“The Dow Jones Industrial Average is down 25% from its high, but it still has more than tripled since the start of the last bull market, which began in October 1990. And even though the Nasdaq Composite Index has fallen 70%, it is up 355% in that period,” writes Ken Brown in today’s Wall Street Journal.
“So, despite the recent market turmoil, investors can at least take comfort in the big profits they racked up in the 1990s. Right?”
“Not so fast. By one measure, most investor profits in the past decade have been wiped out. That is because so much of investors’ money actually was invested in the market shortly before its peak last year. And the disappearance of those profits now raises disturbing questions about how investors will react when they realize how little they are now ahead.”
” ‘If you’re playing with the house’s money, you tend to be a little more reckless with the money, but when you cross that line to zero and you’re playing with your own cash, everything changes,’ says James Bianco, president of Bianco Research LLC, a Barrington, Ill., investment-research firm. ‘That’s why the public has been so calm and so cool, because all they’ve been losing is unrealized profit. Now we’re getting dangerously close to the zero number.’ “
“Mr. Bianco has tracked mutual-fund investor profits for more than a decade, and until now has argued, correctly, that small investors would stick with their funds because they hadn’t lost their original investment. But ‘if the market stays down here, then I think you’re going to start to see attitudes change, and you might see more consistent outflows from mutual funds,’ he says.”
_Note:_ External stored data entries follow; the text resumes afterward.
/**
 * The marks of a Δφ(R) figure, shared by the Milky-Way and external-galaxy views: the zero line,
 * corotation (dashed), the fitted model curve, and per ring its Δφ with the 95 % interval,
 * filled when the pattern fit used the ring and hollow when it left it out.
 */
import { PLOT_COLOURS } from '@/components/plots/figure';

/** One ring as drawn: radius (kpc), Δφ (deg) and its interval. */
export type DphiRingMark = {
  key: number;
  RKpc: number;
  dphiDeg: number;
  ci95: [number, number] | null;
  fitted: boolean;
};

export function DphiMarks({
  px,
  py,
  xSpan,
  corotationKpc,
  model,
  rings,
}: {
  px: (x: number) => number;
  py: (y: number) => number;
  xSpan: [number, number];
  corotationKpc: number | null;
  model: ReadonlyArray<readonly [number, number]>;
  rings: DphiRingMark[];
}) {
  return (
    <>
      <line
        x1={px(xSpan[0]) - 1e4}
        x2={px(xSpan[1]) + 1e4}
        y1={py(0)}
        y2={py(0)}
        stroke={PLOT_COLOURS.rule}
      />
      {corotationKpc !== null && (
        <line
          x1={px(corotationKpc)}
          x2={px(corotationKpc)}
          y1={-1e4}
          y2={1e4}
          stroke={PLOT_COLOURS.inkSoft}
          strokeDasharray="6 4"
          data-testid="dphi-corotation"
        />
      )}
      {model.length > 1 && (
        <polyline
          points={model.map(([x, y]) => `${px(x).toFixed(1)},${py(y).toFixed(1)}`).join(' ')}
          fill="none"
          stroke={PLOT_COLOURS.accent}
          strokeWidth={1.8}
          data-testid="dphi-model-line"
        />
      )}
      {rings.map((r) => (
        <g key={r.key} data-testid="dphi-ring">
          {r.ci95 && (
            <line
              x1={px(r.RKpc)}
              x2={px(r.RKpc)}
              y1={py(r.ci95[0])}
              y2={py(r.ci95[1])}
              stroke={PLOT_COLOURS.ink}
              strokeWidth={1.2}
              data-testid="dphi-interval"
            />
          )}
          <circle
            cx={px(r.RKpc)}
            cy={py(r.dphiDeg)}
            r={4}
            fill={r.fitted ? PLOT_COLOURS.ink : PLOT_COLOURS.background}
            stroke={PLOT_COLOURS.ink}
            strokeWidth={1.3}
          />
        </g>
      ))}
    </>
  );
}
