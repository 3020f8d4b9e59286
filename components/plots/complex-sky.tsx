'use client';

import { niceTicks } from '@/components/plots/scatter-canvas';
import { PLOT_COLOURS, SvgFigure, axisNumber } from '@/components/plots/figure';
import type { Link, Member } from '@/components/link-runs/types';
import { markerPath, tracerStyle } from '@/lib/tracers';

const W = 380;
const H = 380;
const M = { left: 56, right: 14, top: 14, bottom: 44 };
const DEG_TO_RAD = Math.PI / 180;

/** Longitude difference l − l0 in degrees, wrapped into [−180°, 180°). */
const dLon = (l: number, l0: number) => ((((l - l0 + 180) % 360) + 360) % 360) - 180;

/**
 * Offsets of the members from the complex centroid in the tangent plane, in arcsec: x = Δl·cos b0
 * (flat-sky approximation, good for complexes of a few degrees or less) and y = Δb.
 */
export function skyOffsetsArcsec(members: Member[], l0: number, b0: number) {
  const cosB0 = Math.cos(b0 * DEG_TO_RAD);
  return members.map((m) => ({ x: dLon(m.l, l0) * cosB0 * 3600, y: (m.b - b0) * 3600 }));
}

/**
 * A small sky plot of a complex: members as class markers at their offsets from the centroid
 * (l increasing to the left, b upwards, equal scales), the links as lines, and around each linked
 * member a dashed circle of the largest match radius used by its links.
 */
export function ComplexSky({
  members,
  links,
  l0,
  b0,
  fileStem,
}: {
  members: Member[];
  links: Link[];
  l0: number;
  b0: number;
  fileStem: string;
}) {
  const offsets = skyOffsetsArcsec(members, l0, b0);
  const index = new Map(members.map((m, i) => [`${m.catalogId}:${m.row}`, i]));
  const circle = new Float64Array(members.length);
  for (const k of links) {
    for (const key of [`${k.catalogA}:${k.rowA}`, `${k.catalogB}:${k.rowB}`]) {
      const i = index.get(key);
      if (i !== undefined) circle[i] = Math.max(circle[i], k.radiusArcsec);
    }
  }
  let extent = 1;
  offsets.forEach((o, i) => {
    extent = Math.max(extent, Math.abs(o.x) + circle[i], Math.abs(o.y) + circle[i]);
  });
  extent *= 1.08;
  // Arcminutes read better once the complex spans more than a few arcminutes.
  const inArcmin = extent > 300;
  const unit = inArcmin ? '′' : '″';
  const toUnit = (arcsec: number) => (inArcmin ? arcsec / 60 : arcsec);
  const w = W - M.left - M.right;
  const h = H - M.top - M.bottom;
  const scale = Math.min(w, h) / (2 * extent);
  const cx = M.left + w / 2;
  const cy = M.top + h / 2;
  // l grows to the left: a positive Δl·cos b is drawn left of the centre.
  const px = (x: number) => cx - x * scale;
  const py = (y: number) => cy - y * scale;
  const ticks = niceTicks(toUnit(-extent), toUnit(extent), 5);
  const toArcsec = (t: number) => (inArcmin ? t * 60 : t);
  const kinds = [...new Set(members.map((m) => m.kind))];
  return (
    <SvgFigure
      title="Members on the sky"
      fileStem={fileStem}
      width={W}
      height={H}
      caption={`Offsets from the centroid l = ${axisNumber(l0, 4)}°, b = ${axisNumber(b0, 4)}°; dashed circles: match radius.`}
    >
      <defs>
        <clipPath id="complex-sky-clip">
          <rect x={M.left} y={M.top} width={w} height={h} />
        </clipPath>
      </defs>
      {ticks.ticks.map((t) => (
        <g key={t}>
          <line
            x1={px(toArcsec(t))}
            x2={px(toArcsec(t))}
            y1={M.top}
            y2={M.top + h}
            stroke={PLOT_COLOURS.faint}
            strokeWidth={0.5}
          />
          <line
            x1={M.left}
            x2={M.left + w}
            y1={py(toArcsec(t))}
            y2={py(toArcsec(t))}
            stroke={PLOT_COLOURS.faint}
            strokeWidth={0.5}
          />
          <text
            x={px(toArcsec(t))}
            y={M.top + h + 14}
            textAnchor="middle"
            fill={PLOT_COLOURS.inkSoft}
          >
            {axisNumber(t, ticks.decimals)}
          </text>
          <text
            x={M.left - 6}
            y={py(toArcsec(t))}
            dy="0.35em"
            textAnchor="end"
            fill={PLOT_COLOURS.inkSoft}
          >
            {axisNumber(t, ticks.decimals)}
          </text>
        </g>
      ))}
      <rect x={M.left} y={M.top} width={w} height={h} fill="none" stroke={PLOT_COLOURS.ink} />
      <g clipPath="url(#complex-sky-clip)">
        {offsets.map((o, i) =>
          circle[i] > 0 ? (
            <circle
              key={`c${i}`}
              cx={px(o.x)}
              cy={py(o.y)}
              r={circle[i] * scale}
              fill="none"
              stroke={tracerStyle(members[i].kind).colour}
              strokeOpacity={0.6}
              strokeDasharray="3 3"
            />
          ) : null,
        )}
        {links.map((k) => {
          const a = index.get(`${k.catalogA}:${k.rowA}`);
          const b = index.get(`${k.catalogB}:${k.rowB}`);
          if (a === undefined || b === undefined) return null;
          return (
            <line
              key={`${k.catalogA}:${k.rowA}-${k.catalogB}:${k.rowB}`}
              x1={px(offsets[a].x)}
              y1={py(offsets[a].y)}
              x2={px(offsets[b].x)}
              y2={py(offsets[b].y)}
              stroke={PLOT_COLOURS.inkSoft}
              strokeWidth={0.8}
            />
          );
        })}
        {offsets.map((o, i) => {
          const t = tracerStyle(members[i].kind);
          return (
            <path
              key={`m${i}`}
              d={markerPath(t.shape, px(o.x), py(o.y), 5)}
              fill={t.colour}
              stroke={PLOT_COLOURS.background}
              strokeWidth={0.6}
            >
              <title>{`${members[i].name ?? `row ${members[i].row}`} (${members[i].catalogName})`}</title>
            </path>
          );
        })}
      </g>
      {kinds.map((k, i) => (
        <g key={k}>
          <path
            d={markerPath(tracerStyle(k).shape, M.left + 12, M.top + 12 + i * 15, 4.5)}
            fill={tracerStyle(k).colour}
          />
          <text x={M.left + 22} y={M.top + 12 + i * 15} dy="0.35em" fill={PLOT_COLOURS.ink}>
            {tracerStyle(k).label}
          </text>
        </g>
      ))}
      <text x={M.left + w / 2} y={H - 8} textAnchor="middle" fill={PLOT_COLOURS.ink}>
        {`Δl cos b (${unit}), l increasing to the left`}
      </text>
      <text
        transform={`translate(14 ${M.top + h / 2}) rotate(-90)`}
        textAnchor="middle"
        fill={PLOT_COLOURS.ink}
      >
        {`Δb (${unit})`}
      </text>
    </SvgFigure>
  );
}
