'use client';

import { useParams } from 'next/navigation';
import { useCallback, useMemo } from 'react';
import { tracerStyle } from '@/lib/tracers';
import { ScatterCanvas, type AxisSpec } from './scatter-canvas';

/** Longitude wrapped into [0°, 360°) for ticks and readout. */
const wrap360 = (lDeg: number) => ((lDeg % 360) + 360) % 360;

const L_AXIS: AxisSpec = { symbol: 'l', label: 'Galactic longitude l', unit: '°', reversed: true };
const L_AXIS_WRAPPED: AxisSpec = { ...L_AXIS, toDisplay: wrap360 };
const B_AXIS: AxisSpec = { symbol: 'b', label: 'Galactic latitude b', unit: '°' };

/**
 * Galactic longitudes (degrees, [0, 360)) of interleaved (l, b, v) Float32 triples as a flat
 * array for plotting. When the points straddle l = 0° (a catalog of the inner Galaxy from
 * l = 340° to 20°, say), longitudes above 180° are shifted by −360° so the plot is one
 * contiguous strip; the returned axis then prints ticks wrapped back into [0°, 360°).
 */
export function plottedLongitudes(points: Float32Array): { lDeg: Float32Array; axis: AxisSpec } {
  const n = Math.floor(points.length / 3);
  let lo = Infinity;
  let hi = -Infinity;
  let loWrapped = Infinity;
  let hiWrapped = -Infinity;
  for (let i = 0; i < n; i++) {
    const l = points[3 * i];
    if (l !== l) continue;
    const lw = l > 180 ? l - 360 : l;
    if (l < lo) lo = l;
    if (l > hi) hi = l;
    if (lw < loWrapped) loWrapped = lw;
    if (lw > hiWrapped) hiWrapped = lw;
  }
  const wrapped = hiWrapped - loWrapped < hi - lo;
  const lDeg = new Float32Array(n);
  for (let i = 0; i < n; i++) {
    const l = points[3 * i];
    lDeg[i] = wrapped && l > 180 ? l - 360 : l;
  }
  return { lDeg, axis: wrapped ? L_AXIS_WRAPPED : L_AXIS };
}

/** Every `offset`-th value of interleaved (l, b, v) triples: 1 for b, 2 for v. */
export function column(points: Float32Array, offset: 1 | 2): Float32Array {
  const n = Math.floor(points.length / 3);
  const out = new Float32Array(n);
  for (let i = 0; i < n; i++) out[i] = points[3 * i + offset];
  return out;
}

const V_AXIS: AxisSpec = { symbol: 'v', label: 'LSR velocity v', unit: 'km/s' };

/**
 * A catalog's two plots from the interleaved (l, b, v) triples of the `/points` endpoint: the
 * sky in Galactic coordinates (l growing to the left, as the Milky Way is drawn; b upwards) and
 * the longitude–velocity diagram (v_LSR, radio convention; rows without a velocity are left
 * out). The plotted longitudes are computed once for both.
 */
export function CatalogPlots({
  points,
  kind,
  name,
}: {
  points: Float32Array;
  kind: string;
  name: string;
}) {
  const { lDeg, axis } = useMemo(() => plottedLongitudes(points), [points]);
  const bDeg = useMemo(() => column(points, 1), [points]);
  const vKms = useMemo(() => column(points, 2), [points]);
  const t = tracerStyle(kind);
  const { catalogId } = useParams<{ catalogId?: string }>();
  // Point i is row i + 1 of the catalog: the points file is written in row order on ingest.
  const describe = useCallback(
    (i: number) => {
      const v = points[3 * i + 2];
      return `${name} · row ${i + 1} · l = ${points[3 * i].toFixed(4)}°, b = ${points[3 * i + 1].toFixed(4)}°, v = ${v === v ? `${v.toFixed(2)} km/s` : '—'}`;
    },
    [points, name],
  );
  const lookUp = useCallback(
    async (i: number) => {
      if (!catalogId) return describe(i);
      const res = await fetch(
        `/api/catalogs/${catalogId}/rows?sort=row&dir=asc&pageSize=1&page=${i + 1}`,
      );
      if (!res.ok) return describe(i);
      const { rows } = (await res.json()) as { rows: { name?: string | null }[] };
      const rowName = rows[0]?.name;
      return rowName ? `${rowName} — ${describe(i)}` : describe(i);
    },
    [catalogId, describe],
  );
  const plots = [
    {
      ys: bDeg,
      y: B_AXIS,
      title: `Sky plot of ${name}`,
      stem: 'sky',
      aspect: 0.4,
      testId: 'sky-plot',
    },
    {
      ys: vKms,
      y: V_AXIS,
      title: `Longitude–velocity diagram of ${name}`,
      stem: 'lv',
      aspect: 0.5,
      testId: 'lv-plot',
    },
  ];
  return (
    <div className="space-y-6">
      {plots.map((p) => (
        <ScatterCanvas
          key={p.testId}
          xs={lDeg}
          ys={p.ys}
          x={axis}
          y={p.y}
          colour={t.colour}
          shape={t.shape}
          legend={`${name} (${t.label})`}
          title={p.title}
          fileStem={`${name}-${p.stem}`}
          aspect={p.aspect}
          testId={p.testId}
          describe={describe}
          lookUp={lookUp}
        />
      ))}
    </div>
  );
}
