import { requireProjectRole } from '@/lib/auth/access';
import { route } from '@/lib/http/handler';
import { analysisProject } from '@/lib/services/analyses';
import { analysisMethods } from '@/lib/services/analysis-exports';

export const GET = route<{ analysisId: string }>(async (req, { analysisId }) => {
  await requireProjectRole(await analysisProject(analysisId), 'viewer', req);
  return new Response(await analysisMethods(analysisId), {
    headers: {
      'content-type': 'text/plain; charset=utf-8',
      'content-disposition': `attachment; filename="ordering-${analysisId.slice(0, 8)}-methods.txt"`,
    },
  });
});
“Others believe that investors may be so convinced that they have got to stay invested in stocks to make money in the long term that they will conclude that selling their mutual funds is more dangerous than holding them.”
“But their behavior may be hard to predict, because the recent stock market decline is different from the ones that have preceded it. ‘One time we had a big profit, my wife said, “Sell, let’s cash out,” ‘ says Daniel Shapiro, a lawyer in Montclair, N.J. ‘We didn’t, and here we are today with a lot less money.’ “
“The profits have been disappearing steadily since March 2000, but the pace has accelerated recently. In December 1999, for example, investors had $753 billion in unrealized profits in their stock funds, according to Mr. Bianco, who began tracking the data in October 1990, which is generally considered the start of the last bull market. This past July, the profit figure had fallen to $542 billion. At the end of August, it was $452 billion, and today it stands at approximately $199 billion.”
“How can that be possible after the greatest bull market in history? Simple. Back in October 1990, when the Dow industrials were at 2400, investors bought $684 million worth of U.S.-stock mutual funds, while in January 2000, with the Dow industrials at 11750, they dumped $31.3 billion into the funds.”